Because I don't have enough things to do I decided that I'd launch yet another project! This one came with a slightly lower overhead though so it's not too bad but I'd like to introduce you to crawler.ninja!
My new and improved crawler
Regular readers will know that I've got a crawler fleet that's used to crawl the Alexa Top 1 Million sites and produce a report every 6 months on the state of security in those top 1 million sites. You can see all of those reports going back 3 years now:
February 2018
August 2017
February 2017
August 2016
February 2016
August 2015
I've made countless improvements to the crawler which are detailed through each of the reports above. I'm now tracking everything from Security Headers and TLS configuration to CAA records and issuing CAs. The crawler fleet runs every day and the raw data from the crawl is available with the reports being published every 6 months.
Why No HTTPS?
The data from the daily crawl is now being used to power the project that Troy Hunt and I have just launched, whynothttps.com!
You can read all about what the project is on the site itself or in Troy's launch blog post.
The data
There are a few different things available from the crawler so here's a quick summary.
Raw Data
This is the mysqldump
of the crawler's table after the crawl is completed and contains all of the raw data the crawler uses to generate the statistics. The zip files also contain the stats files themselves in both txt and json format along with the Excel spreadsheet used to generate the graphs. This is literally the whole lot and each day the crawler produces a ~1.4GB file.
Latest Crawl Report
This will always link through to my blog post containing the latest crawl report. It will detail all of the changes since the last report, have all the pretty graphs and statistics and detail any changes or new metrics added to the crawler.
High Level Statistics
This links through to the txt and json files I mentioned above. They're available for easy reading/parsing if you want to use the data each day but not have to download the entire raw file. These files are also updated each day automatically.
Support the project
It takes a good amount of resources to crawl and analyse 1 million sites every single day! That's a lot of HTTP requests and redirects, DNS lookups, connections with s_client
and much more which all take bandwidth, CPU and RAM. Then there's the database to store all of the data, generate the statistics from and the hosting for the site and files themselves.
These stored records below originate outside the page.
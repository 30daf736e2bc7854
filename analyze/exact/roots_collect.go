package exact

import (
	"context"
	"math"
	"math/big"
	"slices"

	"portlight/dialect/number"
)

// essentials returns how many roots of the unit's polynomial are real or in the
// upper half plane.
func (u *rootUnit) essentials() int {
	if u.solver.poly.Degree() == 1 {
		return 1
	}
	return len(u.solver.essential)
}

// enclosed is a root of a unit's polynomial.
type enclosed struct {
	ball     number.ComplexBall
	real     bool
	rational *big.Rat
}

// essential returns one of them in a ball at the precision reached, and with a
// midpoint of prec bits at least. The midpoint is not rounded more coarsely than
// the proved radius, which keeps the roots apart.
func (u *rootUnit) essential(index int, prec uint) enclosed {
	p := u.solver.poly
	if p.Degree() == 1 {
		r := p.Coeff(0)
		r.Neg(r.Quo(r, p.Coeff(1)))
		return enclosed{number.RealBall(number.BallFromRat(r, max(prec, u.bits))), true, r}
	}
	i := u.solver.essential[index]
	a := &u.solver.roots[i]
	prec = max(prec, uint(-a.log)+16)
	radius := u.solver.radius(i)
	unit := a.k - 64*a.words + 1
	re := number.BallFromFloat(dyadic(a.x, unit), prec).WithRadius(radius)
	if a.link == i {
		e := enclosed{number.RealBall(re), true, nil}
		if r := u.solver.rationalIn(i, re); r != nil {
			e.rational = r
			e.ball = number.RealBall(number.BallFromRat(r, prec))
		}
		return e
	}
	im := number.BallFromFloat(dyadic(a.y, unit), prec).WithRadius(radius)
	return enclosed{number.ComplexBall{Re: re, Im: im}, false, nil}
}

// wantMore asks for a smaller ball of an essential root.
func (u *rootUnit) wantMore(index int) {
	if u.solver.poly.Degree() == 1 {
		u.bits = max(64, u.bits) * 2
		return
	}
	u.solver.wantMore(u.solver.essential[index])
}

// dyadic returns n·2^e.
func dyadic(n *big.Int, e int) *big.Float {
	f := new(big.Float).SetInt(n)
	return f.SetMantExp(f, e)
}

// radius returns the bound of the distance of root i from its centre.
func (s *rootSolver) radius(i int) *big.Float {
	a := &s.roots[i]
	whole := math.Floor(a.log)
	f := big.NewFloat(math.Exp2(a.log-whole+2*slack) * cmplxAbs(s.views[i].x))
	return f.SetMantExp(f, int(whole)+a.k)
}

func cmplxAbs(x complex128) float64 { return math.Hypot(real(x), imag(x)) }

// rationalIn returns root i if it is found to be a rational number with short
// numerator and denominator: the simplest fraction in its ball is tried, if it
// is shorter than one would meet there by chance.
func (s *rootSolver) rationalIn(i int, b number.Ball) *big.Rat {
	if r := s.rational[i]; r != nil {
		return r
	}
	most := b.RelativeBits() - 12
	if most <= s.searched[i] {
		return nil
	}
	s.searched[i] = most
	lower, _ := b.Lower().Rat(nil)
	upper, _ := b.Upper().Rat(nil)
	if lower == nil || upper == nil || lower.Sign()*upper.Sign() <= 0 {
		return nil
	}
	negative := lower.Sign() < 0
	if negative {
		lower, upper = upper.Neg(upper), lower.Neg(lower)
	}
	r := simplestBetween(lower, upper, int(most))
	if r == nil {
		return nil
	}
	if negative {
		r.Neg(r)
	}
	if s.poly.EvalSign(r) != 0 {
		return nil
	}
	s.rational[i] = r
	return r
}

// simplestBetween returns the fraction of the least denominator from lower to
// upper, 0 < lower ≤ upper, by the part that their continued fractions have in
// common, or nil if numerator and denominator have more than most bits.
func simplestBetween(lower, upper *big.Rat, most int) *big.Rat {
	a, b := new(big.Int).Set(lower.Num()), new(big.Int).Set(lower.Denom())
	c, d := new(big.Int).Set(upper.Num()), new(big.Int).Set(upper.Denom())
	// Convergents p/q of the common part.
	p, p1 := big.NewInt(1), new(big.Int)
	q, q1 := new(big.Int), big.NewInt(1)
	whole, rest, other, restOther := new(big.Int), new(big.Int), new(big.Int), new(big.Int)
	for p.BitLen()+q.BitLen() <= most {
		whole.QuoRem(a, b, rest)
		other.QuoRem(c, d, restOther)
		last := rest.Sign() == 0 || whole.Cmp(other) != 0
		if rest.Sign() != 0 && last {
			whole.Add(whole, bigOne) // the least integer from a/b to c/d
		}
		p, p1 = p1.Add(p1, new(big.Int).Mul(whole, p)), p
		q, q1 = q1.Add(q1, new(big.Int).Mul(whole, q)), q
		if last {
			if p.BitLen()+q.BitLen() > most {
				return nil
			}
			return new(big.Rat).SetFrac(p, q)
		}
		// Turn the rests over, which swaps the ends. The upper rest is not 0, as
		// the lower one is greater than 0 and below it.
		a, b, c, d, rest, restOther = d, restOther, b, rest, a, c
	}
	return nil
}

// branches returns the roots of the polynomial that an essential root of a unit
// stands for: itself and its conjugate, or with squared the square roots of
// these, lower half plane first.
func (u *rootUnit) branches(index int, prec uint) []Root {
	e := u.essential(index, prec)
	if u.squared {
		return u.squareRoots(e)
	}
	if e.real {
		return []Root{{Re: e.ball.Re, Im: e.ball.Im, Real: true, Rational: e.rational}}
	}
	low := e.ball.Conj()
	return []Root{{Re: low.Re, Im: low.Im}, {Re: e.ball.Re, Im: e.ball.Im}}
}

// squareRoots returns ±√y, and ±√ȳ for complex y.
func (u *rootUnit) squareRoots(e enclosed) []Root {
	zero := number.BallFromInt(0, e.ball.Prec())
	if e.real {
		sign, _ := e.ball.Re.Sign()
		root := e.ball.Re.Abs().Sqrt()
		if sign < 0 {
			return []Root{{Re: zero, Im: root.Neg(), Imaginary: true}, {Re: zero, Im: root, Imaginary: true}}
		}
		var rational, negative *big.Rat
		if e.rational != nil {
			if rational = exactSquareRoot(e.rational); rational != nil {
				negative = new(big.Rat).Neg(rational)
			}
		}
		return []Root{{Re: root.Neg(), Im: zero, Real: true, Rational: negative}, {Re: root, Im: zero, Real: true, Rational: rational}}
	}
	z := complexSquareRoot(e.ball)
	a, b := z.Re, z.Im
	return []Root{{Re: a.Neg(), Im: b.Neg()}, {Re: a.Neg(), Im: b}, {Re: a, Im: b.Neg()}, {Re: a, Im: b}}
}

func exactSquareRoot(r *big.Rat) *big.Rat {
	n, d := new(big.Int).Sqrt(r.Num()), new(big.Int).Sqrt(r.Denom())
	root := new(big.Rat).SetFrac(n, d)
	if new(big.Rat).Mul(root, root).Cmp(r) != 0 {
		return nil
	}
	return root
}

// complexSquareRoot returns the square root in the first quadrant of a number y
// with positive imaginary part: √((|y|+|Re y|)/2) is the larger part, and
// Im y/2 over it the other, free of cancellation.
func complexSquareRoot(y number.ComplexBall) number.ComplexBall {
	larger := y.Abs().Add(y.Re.Abs()).MulPow2(-1).Sqrt()
	smaller := y.Im.MulPow2(-1).Quo(larger)
	if y.Re.Mid().Sign() < 0 {
		return number.ComplexBall{Re: smaller, Im: larger}
	}
	return number.ComplexBall{Re: larger, Im: smaller}
}

// placed is one root or a pair of conjugates, on the way to its place.
type placed struct {
	places []rootPlace
	re, im number.Ball
}

// everyRoot returns the roots as far as they are known, conjugates together.
func (s *RootSet) everyRoot() []placed {
	var all []placed
	for ui, u := range s.units {
		for index := range u.essentials() {
			roots := u.branches(index, basePrecision)
			for b := 0; b < len(roots); {
				size := 1
				if !roots[b].Real {
					size = 2
				}
				g := placed{re: roots[b].Re, im: roots[b].Im.Abs()}
				for range size {
					g.places = append(g.places, rootPlace{ui, index, b})
					b++
				}
				all = append(all, g)
			}
		}
	}
	return all
}

// separate refines roots, also those of different units, until their balls with
// four times the radius do not meet. Balls refined later stay within these, so
// they remain apart. Then the order is fixed.
func (s *RootSet) separate(ctx context.Context) error {
	for {
		all := s.everyRoot()
		slices.SortStableFunc(all, func(a, b placed) int { return a.re.Mid().Cmp(b.re.Mid()) })
		wide := make([]number.ComplexBall, len(all))
		widest := new(big.Float)
		for i, g := range all {
			wide[i] = number.ComplexBall{Re: fourfold(g.re), Im: fourfold(g.im)}
			if r := wide[i].Re.Rad(); r.Cmp(widest) > 0 {
				widest = r
			}
		}
		apart := true
		for i := range all {
			reach := new(big.Float).Add(wide[i].Re.Upper(), widest)
			for j := i + 1; j < len(all) && wide[j].Re.Mid().Cmp(reach) <= 0; j++ {
				if wide[i].Overlaps(wide[j]) {
					apart = false
					for _, g := range []placed{all[i], all[j]} {
						s.units[g.places[0].unit].wantMore(g.places[0].index)
					}
				}
			}
		}
		if apart {
			for _, u := range s.units {
				u.solver.settle()
			}
			s.arrange(all)
			return nil
		}
		for _, u := range s.units {
			if err := u.solver.refine(ctx, basePrecision+1); err != nil {
				return err
			}
		}
	}
}

func fourfold(b number.Ball) number.Ball {
	r := b.Rad()
	return b.WithRadius(r.Mul(r, big.NewFloat(3)))
}

// arrange fixes the order of roots sorted by real part: those that the balls do
// not tell apart in it by the magnitude of the imaginary part, the lower one of
// a pair first.
func (s *RootSet) arrange(all []placed) {
	for i := 0; i < len(all); {
		j := i + 1
		for j < len(all) && all[j-1].re.Overlaps(all[j].re) {
			j++
		}
		slices.SortStableFunc(all[i:j], func(a, b placed) int { return a.im.Mid().Cmp(b.im.Mid()) })
		i = j
	}
	for _, g := range all {
		s.order = append(s.order, g.places...)
	}
}

// collect returns the roots in order at the precision reached.
func (s *RootSet) collect(prec uint) []Root {
	branches := make([][][]Root, len(s.units))
	for i, u := range s.units {
		for index := range u.essentials() {
			branches[i] = append(branches[i], u.branches(index, prec+8))
		}
	}
	var out []Root
	origin := s.zeros > 0
	place := func() {
		out = append(out, Root{
			Re: number.BallFromInt(0, prec), Im: number.BallFromInt(0, prec), Multiplicity: s.zeros,
			Real: true, Imaginary: true, Rational: new(big.Rat), Radius: new(big.Float),
		})
		origin = false
	}
	for _, p := range s.order {
		r := branches[p.unit][p.index][p.branch]
		r.Multiplicity = s.units[p.unit].multiplicity
		r.Radius = distance(r)
		if origin && !r.Imaginary && r.Re.Mid().Sign() > 0 || origin && r.Imaginary {
			place()
		}
		out = append(out, r)
	}
	if origin {
		place()
	}
	return out
}

// distance bounds the distance of the points of a rectangle from its centre.
func distance(r Root) *big.Float {
	a, b := r.Re.Rad(), r.Im.Rad()
	switch {
	case a.Sign() == 0:
		return b
	case b.Sign() == 0:
		return a
	}
	sum := new(big.Float).SetPrec(64).SetMode(big.ToPositiveInf).Add(new(big.Float).SetPrec(128).Mul(a, a), new(big.Float).SetPrec(128).Mul(b, b))
	// √ rounds to nearest: one unit more is above.
	root := new(big.Float).SetPrec(53).Sqrt(sum)
	return root.Mul(root, big.NewFloat(1+0x1p-50))
}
I run this project out of my own pocket and all of the data is freely available and openly licensed because I want it to be useful. That said, it does cost money and it's not exactly a small amount every month! If you can support the project then PayPal donations can be sent to [email protected], you can donate through PayPal Me, support me on Patreon or even consider sponsoring my site!
Use the data!
The data is all licensed CC BY-SA 4.0 as detailed in the footer of the site so you can take the data and use it, even in commercial projects, with attribution. If you do find an interesting use for the data please do let me know, it'd be great to see how it's being used by the wider community.